Billy Corgan Responds to Anderson CIA Cooper Hit Piece

by Adan Salazar | Infowars.com | November 28, 2014

Singer issues sharp rebuke in the form of strongly-worded t-shirt

 

CNN anchor and former CIA intern Anderson Cooper recently took aim at The Smashing Pumpkins frontman Billy Corgan for having the audacity to use his celebrity status in the name of good.

On a recent segment of Anderson Cooper 360 (see bottom of article), the Yale alumnus took Corgan to the proverbial woodshed because the 1979 singer dared to appear on the cover of PAWS Chicago magazine, a publication which focuses on trying to reduce the killing rate of homeless animals in the city by promoting pet adoption.

Despite Corgan’s music career being far from over, Cooper told his meager audience it appeared as though the Pumpkins’ singer was becoming out of touch with what it means to be a “rock star”:

“So perhaps Billy Corgan is I don’t know, off his alternative rocker, but I think maybe there’s more to this. Maybe he’s being ironic, or maybe when the cool rock stars start doing less rock starry things, it kind of makes us face our own mortality.
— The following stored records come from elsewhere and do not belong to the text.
"""Gaussian inference on many hypotheses at once: relax to the best state, and weigh it.

Each row of a batch is one hypothesis (or one grid point of one): a prior mean and spread for every parameter,
and perhaps one parameter of its own that is free over a wide range. Gauss–Newton with an analytic prior and a
finite-difference Jacobian, all rows in one array; evidence by Laplace's method in the parameters that are
held by their tolerances (MacKay 2003, chapter 27), never in the free one.
"""

from __future__ import annotations

from dataclasses import dataclass, replace

import numpy as np
from numpy.typing import NDArray

from benchfit.explain.model import Array, Model

IDENTITY, PLUS, MINUS, INVERSE = 0, 1, 2, 3
_STEP = 1e-4
# How soon a tolerance ends beyond its limits, in its own standard deviations. Judgement.
BEYOND = 0.3
# A slope beyond this is a state at the edge of oscillation, no information.
_STEEP = 1e9


@dataclass(frozen=True, eq=False)
class Batch:
    """Rows of hypotheses.

    Attributes
    ----------
    center, spread : ndarray, shape (rows, n)
        Prior of every parameter in its coordinate; spread 0 holds it.
    own : ndarray of int, shape (rows, owns)
        Parameters that the row frees itself; −1: none.
    gauge : ndarray of int, shape (rows, owns)
        How an own parameter is measured: t itself, ±e^t, or e^(−t) (for parasitics, on a log scale).
    t, low, high : ndarray, shape (rows, owns)
        Its value and range in that gauge.
    moves : bool
        Own parameters are relaxed too (flat prior within the range); else they stay at ``t``.
    spare : ndarray, shape (n,), or None
        Where to begin, in prior standard deviations, for rows that do not oscillate at their prior means.
    """

    center: Array
    spread: Array
    own: NDArray[np.int64]
    gauge: NDArray[np.int64]
    t: Array
    low: Array
    high: Array
    moves: bool = True
    spare: Array | None = None

    def __len__(self) -> int:
        return int(self.center.shape[0])

    def take(self, rows: NDArray[np.int64]) -> Batch:
        """The same hypotheses, some rows of them."""
        return replace(
            self,
            center=self.center[rows],
            spread=self.spread[rows],
            own=self.own[rows],
            gauge=self.gauge[rows],
            t=self.t[rows],
            low=self.low[rows],
            high=self.high[rows],
        )


@dataclass(frozen=True, eq=False)
class Relaxed:
    """Best states of a batch.

    Attributes
    ----------
    state : ndarray, shape (rows, n)
    t : ndarray, shape (rows, owns)
    cost : ndarray, shape (rows,)
        −2 ln of the unnormalised posterior: whitened residuals and prior pulls squared and summed, what lies beyond
        its limits added; inf where the state does not oscillate.
    log_weight : ndarray, shape (rows,)
        ln of ∫ likelihood × prior over the held parameters, up to one common constant.
    misfit : ndarray, shape (rows,)
        The residuals' part of the cost.
    own_u : ndarray, shape (rows, owns)
        Standard deviation of the own parameters in their gauge (others free within their spreads).
    covariance : ndarray, shape (rows, n, n)
        Posterior covariance of the state.
    """

    state: Array
    t: Array
    cost: Array
    log_weight: Array
    misfit: Array
    own_u: Array
    covariance: Array


def whitener(covariance: Array) -> Array:
    """W such that W·residual has unit, independent noise: shape (m, m).

    Eigenvalues of the correlation below 1e-8 (rounding, or two names for one number) are lifted to that.
    """
    scale = np.sqrt(np.maximum(np.diag(covariance), 1e-300))
    correlation = covariance / np.outer(scale, scale)
    values, vectors = np.linalg.eigh(0.5 * (correlation + correlation.T))
    found: Array = (vectors / np.sqrt(np.maximum(values, 1e-8))).T / scale
    return found


def _to_state(batch: Batch, z: Array, free: NDArray[np.int64], t: Array) -> Array:
    state = batch.center.copy()
    state[:, free] += batch.spread[:, free] * z
    rows = np.arange(len(batch))
    for k in range(batch.own.shape[1]):
        has = batch.own[:, k] >= 0
        state[rows[has], batch.own[has, k]] = _ungauge(t[has, k], batch.gauge[has, k])
    return state


def _ungauge(t: Array, gauge: NDArray[np.int64]) -> Array:
    with np.errstate(over="ignore"):
        grown = np.exp(np.where(gauge == INVERSE, -t, np.where(gauge == IDENTITY, 0.0, t)))
    return np.where(gauge == IDENTITY, t, np.where(gauge == MINUS, -grown, grown))


def relax(model: Model, batch: Batch, steps: int = 5, white: Array | None = None) -> Relaxed:
    """Move every row to its best state by damped Gauss–Newton."""
    white = whitener(model.covariance) if white is None else white
    observed = model.observed
    free = np.flatnonzero(np.any(batch.spread > 0, axis=0))
    owns = batch.own.shape[1] if batch.moves else 0
    z = np.zeros((len(batch), free.size))
    t = batch.t.copy()
    cost, residual, state = _cost(model, batch, white, observed, z, free, t)
    if batch.spare is not None and not np.all(np.isfinite(cost)):
        z = np.where(np.isfinite(cost)[:, None], z, batch.spare[free])
        cost, residual, state = _cost(model, batch, white, observed, z, free, t)
    jacobian = np.zeros((len(batch), observed.size, free.size + owns))
    for _ in range(steps):
        jacobian = _jacobian(model, batch, white, state, residual, observed, free, t, owns)
        normal, gradient = _normal(jacobian, residual, z, owns)
        step = np.linalg.solve(normal, gradient[..., None])[..., 0]
        step = np.nan_to_num(step)
        limit = np.ones((len(batch), free.size + owns)) * 6.0
        if owns:
            # An own parameter moves by at most a unit of ln, or a third of its range, a step.
            width = np.where(batch.gauge == IDENTITY, (batch.high - batch.low) / 3, 1.2)
            limit[:, free.size :] = width
        step = np.clip(step, -limit, limit)
        factor = np.ones(len(batch))
        for _halving in range(4):
            z_new = z + factor[:, None] * step[:, : free.size]
            t_new = t
            if owns:
                t_new = np.clip(t + factor[:, None] * step[:, free.size :], batch.low, batch.high)
            cost_new, residual_new, state_new = _cost(model, batch, white, observed, z_new, free, t_new)
            worse = ~(cost_new <= cost + 1e-9)
            if not np.any(worse):
                break
            factor = np.where(worse, factor * 0.3, factor)
        better = cost_new <= cost
        with np.errstate(invalid="ignore"):
            gain = np.max(np.nan_to_num(np.where(better, cost - cost_new, 0.0), posinf=1.0), initial=0.0)
        z = np.where(better[:, None], z_new, z)
        t = np.where(better[:, None], t_new, t)
        state = np.where(better[:, None], state_new, state)
        residual = np.where(better[:, None], residual_new, residual)
        cost = np.where(better, cost_new, cost)
        if gain < 1e-3:
            break
    jacobian = _jacobian(model, batch, white, state, residual, observed, free, t, owns)
    return _weigh(model, batch, jacobian, state, t, cost, residual, free, owns)


def _cost(
    model: Model, batch: Batch, white: Array, observed: Array, z: Array, free: NDArray[np.int64], t: Array
) -> tuple[Array, Array, Array]:
    state = _to_state(batch, z, free, t)
    with np.errstate(all="ignore"):
        residual = (observed - model.predict(state)) @ white.T
    cost = np.sum(residual**2, axis=1) + np.sum(z**2, axis=1)
    return np.where(np.isfinite(cost), cost, np.inf), residual, state


def _jacobian(
    model: Model,
    batch: Batch,
    white: Array,
    state: Array,
    residual: Array,
    observed: Array,
    free: NDArray[np.int64],
    t: Array,
    owns: int,
) -> Array:
    """d(prediction)/d(z, t), whitened: shape (rows, m, free + owns). Forward differences, one call for all."""
    rows = state.shape[0]
    shifted = np.repeat(state[:, None, :], free.size + owns, axis=1)
    column = np.arange(free.size)
    step = np.full((rows, free.size + owns), 1e-3)
    shifted[:, column, free] += 1e-3 * batch.spread[:, free]
    for k in range(owns):
        has = np.flatnonzero(batch.own[:, k] >= 0)
        width = np.where(
            batch.gauge[has, k] == IDENTITY, _STEP * np.maximum(batch.high - batch.low, 1e-12)[has, k], _STEP
        )
        moved = np.where(t[has, k] + width > batch.high[has, k], t[has, k] - width, t[has, k] + width)
        shifted[has, free.size + k, batch.own[has, k]] = _ungauge(moved, batch.gauge[has, k])
        step[has, free.size + k] = moved - t[has, k]
    with np.errstate(all="ignore"):
        moved_to = (observed - model.predict(shifted)) @ white.T
        slope = -(moved_to - residual[:, None, :]) / step[..., None]
    found: Array = np.clip(np.nan_to_num(np.swapaxes(slope, 1, 2), posinf=0.0, neginf=0.0), -_STEEP, _STEEP)
    return found


def _prior(held: int, owns: int) -> Array:
    """Precision of each column's own prior: 1 for what is held, next to nothing for what is free."""
    return np.concatenate([np.ones(held), np.full(owns, 1e-9)])


def begin(model: Model, white: Array) -> Array | None:
    """A place to begin, shape (n,) in prior standard deviations, where the prior means do not oscillate: the best of
    many draws from the prior (seeded). None where the means do, or where no draw does either."""
    with np.errstate(all="ignore"):
        if np.all(np.isfinite(model.predict(model.center))):
            return None
        z = np.random.default_rng(11).standard_normal((600, len(model.parameters)))
        residual = (model.observed - model.predict(model.center + z * model.spread)) @ white.T
    cost = np.sum(residual**2, axis=1) + np.sum(z**2, axis=1)
    if not np.any(np.isfinite(cost)):
        return None
    best: Array = z[np.nanargmin(np.where(np.isfinite(cost), cost, np.inf))]
    return best


def _ridge(normal: Array) -> Array:
    """A trace of the identity, so that rounding never makes a normal matrix singular."""
    size = normal.shape[-1]
    trace = np.trace(normal, axis1=-2, axis2=-1)
    found: Array = 1e-13 * trace[..., None, None] * np.eye(size)
    return found


def _normal(jacobian: Array, residual: Array, z: Array, owns: int) -> tuple[Array, Array]:
    k = jacobian.shape[2]
    held = k - owns
    transposed = np.swapaxes(jacobian, 1, 2)
    normal = transposed @ jacobian
    normal = normal + np.diag(_prior(held, owns)) + _ridge(normal)
    gradient = (transposed @ np.nan_to_num(residual, posinf=0.0, neginf=0.0)[..., None])[..., 0]
    gradient[:, :held] -= z
    return normal, gradient


def _beyond(batch: Batch, state: Array, free: NDArray[np.int64]) -> Array:
    """ln of what a held parameter loses where it lies beyond its limits: a tolerance is a pair of limits.

    The prior that carries the fit is a Gaussian of the rectangle's mean and standard deviation, whose limits lie at
    √3; a state that needs a part well beyond them is hardly "within tolerance", though limits are not walls.
    """
    spread = batch.spread[:, free]
    z = np.where(spread > 0, (state - batch.center)[:, free] / np.where(spread > 0, spread, 1.0), 0.0)
    over = np.maximum(np.abs(z) - np.sqrt(3.0), 0.0) / BEYOND
    lost: Array = -0.5 * np.sum(np.minimum(over, 20.0) ** 2, axis=1)
    return lost


def _weigh(
    model: Model,
    batch: Batch,
    jacobian: Array,
    state: Array,
    t: Array,
    cost: Array,
    residual: Array,
    free: NDArray[np.int64],
    owns: int,
) -> Relaxed:
    rows, n = state.shape
    held = free.size
    spread = batch.spread[:, free]
    part = jacobian[:, :, :held]
    normal = np.swapaxes(part, 1, 2) @ part
    normal = normal + np.eye(held) + _ridge(normal)
    _, logdet = np.linalg.slogdet(normal)
    covariance = np.zeros((rows, n, n))
    own_u = np.full((rows, batch.own.shape[1]), np.nan)
    if owns:
        full = np.swapaxes(jacobian, 1, 2) @ jacobian
        full = full + np.diag(_prior(held, owns)) + _ridge(full)
        inverse = np.linalg.inv(full)
        own_u = np.sqrt(np.abs(np.diagonal(inverse, axis1=1, axis2=2)[:, held:]))
    inner = np.linalg.inv(normal)
    covariance[:, free[:, None], free[None, :]] = inner * spread[:, :, None] * spread[:, None, :]
    beyond = _beyond(batch, state, free)
    edges = model.unexplained_edges(state) + beyond
    return Relaxed(
        state,
        t,
        cost - 2 * beyond,
        np.where(np.isfinite(cost), -0.5 * cost - 0.5 * logdet + edges, -np.inf),
        np.sum(np.nan_to_num(residual, posinf=1e6, neginf=1e6) ** 2, axis=1),
        own_u,
        covariance,
    )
See I want R.E.M. to stay just the way I know and love them, I don’t want ‘Everybody Hurts’ to suddenly be used in an Excedrin commercial. I don’t ever want to see a product called Eddie Vedder’s Prune Jam. I want to see neither Stephen Malkmus nor Thom Yorke on the cover of AARP Magazine.” – Pitchfork.com

Corgan, understandably taken aback by the out-of-left-field attack, fired back at the silver-haired propagandist on Twitter, defending his effort to try and help animals and labeling Cooper a “globalist shill.”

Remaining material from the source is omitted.